ANCHORAGE (AP) -- With oil prices high, Phillips Petroleum Co. plans to accelerate repayment of its heavy debt load, chief executive Jim Mulva said Tuesday.
The company took on $6.5 billion in debt to buy Arco Alaska Inc. from BP Amoco in April. But Mulva said he is taking advantage of high oil prices to pay down Phillips' bill on Wall Street. By the close of the second quarter at the end of June, debt was down $500 million to $6 billion.
With high prices, the Arco Alaska buy is ''looking very good,'' Mulva said.
The deal nearly doubled the Oklahoma-based company's oil production and reserves.
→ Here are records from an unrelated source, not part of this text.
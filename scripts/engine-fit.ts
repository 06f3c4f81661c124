/**
 * `engine fit`: a peak fit of a measured trace (CSV/TSV) from the command line, for
 * notebooks and scripts. Same parsing, units and messages as the API's trace upload
 * (shared/engine/fit-trace.ts) and the same fit (shared/engine/fit.ts).
 *
 *   npm run engine -- fit DATA.csv --x COLUMN --y COLUMN --shape bw|fano|thermal|thermal-fano
 *     [--x-unit meV|ueV|mV --lever-arm MEV_PER_MV] [--y-unit T|e2h|2e2h|uS] [--temperature-mK T]
 *     [--range A:B] [--lines FIRST:LAST] [--peaks N] [--background constant|linear] [--curve]
 *
 * Prints JSON: each parameter with its standard error, χ², the covariance, the derived
 * figures per peak (E0, Γ, τ, Q, q) and the warnings.
 */
import { readFileSync, statSync } from 'node:fs';
import { fitPeaks, FitInputError } from '../shared/engine/fit';
import { LINESHAPES, type Lineshape } from '../shared/engine/fit-lineshapes';
import { parseTable, selectTrace, TraceError, TRACE_MAX_BYTES, X_UNITS, Y_UNITS, type TraceSelection } from '../shared/engine/fit-trace';

export class FitUsageError extends Error {}
export class FitFileError extends Error {}

const VALUE_FLAGS = ['x', 'y', 'shape', 'x-unit', 'lever-arm', 'y-unit', 'temperature-mK', 'range', 'lines', 'peaks', 'background'];

function pair(text: string, flag: string): [number, number] {
  const m = /^\s*([-+0-9.eE]+)\s*:\s*([-+0-9.eE]+)\s*$/.exec(text);
  const a = m ? Number(m[1]) : NaN;
  const b = m ? Number(m[2]) : NaN;
  if (!Number.isFinite(a) || !Number.isFinite(b)) throw new FitUsageError(`--${flag} needs A:B with two numbers, got '${text}'`);
  return [a, b];
}

function positiveNumber(text: string | undefined, flag: string): number | undefined {
  if (text === undefined) return undefined;
  const v = Number(text);
  if (text.trim() === '' || !Number.isFinite(v) || v <= 0) throw new FitUsageError(`--${flag} needs a number above 0, got '${text}'`);
  return v;
}

export function runFitCommand(file: string | undefined, rest: string[]): unknown {
  if (!file || file.startsWith('--')) throw new FitUsageError("'fit' needs a data file (CSV or TSV)");
  const flags: Record<string, string> = {};
  let curve = false;
  for (let k = 0; k < rest.length; k++) {
    const arg = rest[k];
    if (arg === '--curve') {
      curve = true;
      continue;
    }
    if (!arg.startsWith('--')) throw new FitUsageError(`unexpected argument '${arg}'`);
    const name = arg.slice(2);
    if (!VALUE_FLAGS.includes(name)) throw new FitUsageError(`unknown flag --${name} for 'fit'`);
    const value = rest[++k];
    if (value === undefined) throw new FitUsageError(`--${name} needs a value`);
    flags[name] = value;
  }
  for (const need of ['x', 'y', 'shape']) if (!(need in flags)) throw new FitUsageError(`'fit' needs --${need}`);
  const shape = flags['shape'] as Lineshape;
  if (!LINESHAPES.includes(shape)) throw new FitUsageError(`--shape must be one of ${LINESHAPES.join(', ')}, got '${flags['shape']}'`);
  const xUnit = (flags['x-unit'] ?? 'meV') as TraceSelection['xUnit'];
  if (!X_UNITS.includes(xUnit)) throw new FitUsageError(`--x-unit must be one of ${X_UNITS.join(', ')}, got '${xUnit}'`);
  const yUnit = (flags['y-unit'] ?? 'T') as TraceSelection['yUnit'];
  if (!Y_UNITS.includes(yUnit)) throw new FitUsageError(`--y-unit must be one of ${Y_UNITS.join(', ')}, got '${yUnit}'`);
  const background = flags['background'] ?? 'constant';
  if (background !== 'constant' && background !== 'linear') throw new FitUsageError(`--background must be constant or linear, got '${background}'`);
  const peaks = flags['peaks'] === undefined ? 1 : Number(flags['peaks']);
  if (!Number.isInteger(peaks) || peaks < 1 || peaks > 20) throw new FitUsageError(`--peaks must be a whole number from 1 to 20, got '${flags['peaks']}'`);
  const temperatureMK = positiveNumber(flags['temperature-mK'], 'temperature-mK');
  const leverArm = positiveNumber(flags['lever-arm'], 'lever-arm');
  if (xUnit === 'mV' && leverArm === undefined) throw new FitUsageError('--x-unit mV needs --lever-arm (meV per mV)');
  const range = flags['range'] === undefined ? undefined : pair(flags['range'], 'range');
  const lines = flags['lines'] === undefined ? undefined : pair(flags['lines'], 'lines');

  let size: number;
  try {
    size = statSync(file).size;
  } catch (err) {
    throw new FitFileError(`cannot read ${file}: ${(err as Error).message}`);
  }
  if (size > TRACE_MAX_BYTES) throw new FitFileError(`the file is ${size} bytes, over the limit of ${TRACE_MAX_BYTES} bytes`);
  const text = readFileSync(file, 'utf8');
  try {
    const table = parseTable(text);
    const trace = selectTrace(table, {
      x: flags['x'],
      y: flags['y'],
      xUnit,
      yUnit,
      leverArm,
      range: range && { from: range[0], to: range[1] },
      firstLine: lines?.[0],
      lastLine: lines?.[1],
    });
    const result = fitPeaks(trace.x, trace.y, { lineshape: shape, background, peaks, temperatureMK, yUnit: 'T' });
    return {
      file,
      columns: { x: trace.xColumn, y: trace.yColumn, xUnit, yUnit, leverArm: leverArm ?? null },
      lineshape: result.lineshape,
      background: result.background,
      temperatureMK: result.temperatureMK,
      points: result.points,
      converged: result.converged,
      iterations: result.iterations,
      parameters: result.parameters.map((p) => ({ name: p.name, value: p.value, error: p.error, unit: p.unit, atBound: p.atBound })),
      chiSquare: result.chiSquare,
      reducedChiSquare: result.reducedChiSquare,
      degreesOfFreedom: result.degreesOfFreedom,
      covariance: result.covariance,
      peaks: result.peaks,
      warnings: result.warnings,
      curve: curve ? result.curve : undefined,
      units: { energy: 'meV', width: 'meV', lifetime: 'ps', y: 'transmission T (conductance / (2e²/h))' },
    };
  } catch (err) {
    if (err instanceof TraceError || err instanceof FitInputError) throw new FitFileError(err.message);
    throw err;
  }
}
But getting money for the purchase loaded the company with debt, prompting credit agencies to downgrade their ratings of Phillips' ability to repay its lenders.
Since the deal, oil prices have hovered between $25 and $30 per barrel. Mulva bought Arco Alaska expecting long-term oil prices of about $18.50 per barrel. Mulva said that within the year he wants to restore a top-drawer credit rating to Phillips.
Meanwhile, the debt is not pinching development plans, Mulva said. Phillips plans to increase its investment spending in Alaska on drilling, construction and field development by $35 million to $550 million this year.
The company will need to find oil, said Mulva and Phillips Alaska president Kevin Meyers.
The two have set an ambitious goal of holding production between 350,000 and 400,000 barrels a day for the next five years. To offset a natural decline at Prudhoe Bay, Phillips will need to produce about 20,000 new barrels a day from other sources to keep its Alaska production steady.
The plan involves a combination of new discoveries and extra production from old fields. Phillips plans to spend $50 million to drill at least 12 exploration wells in the coming year.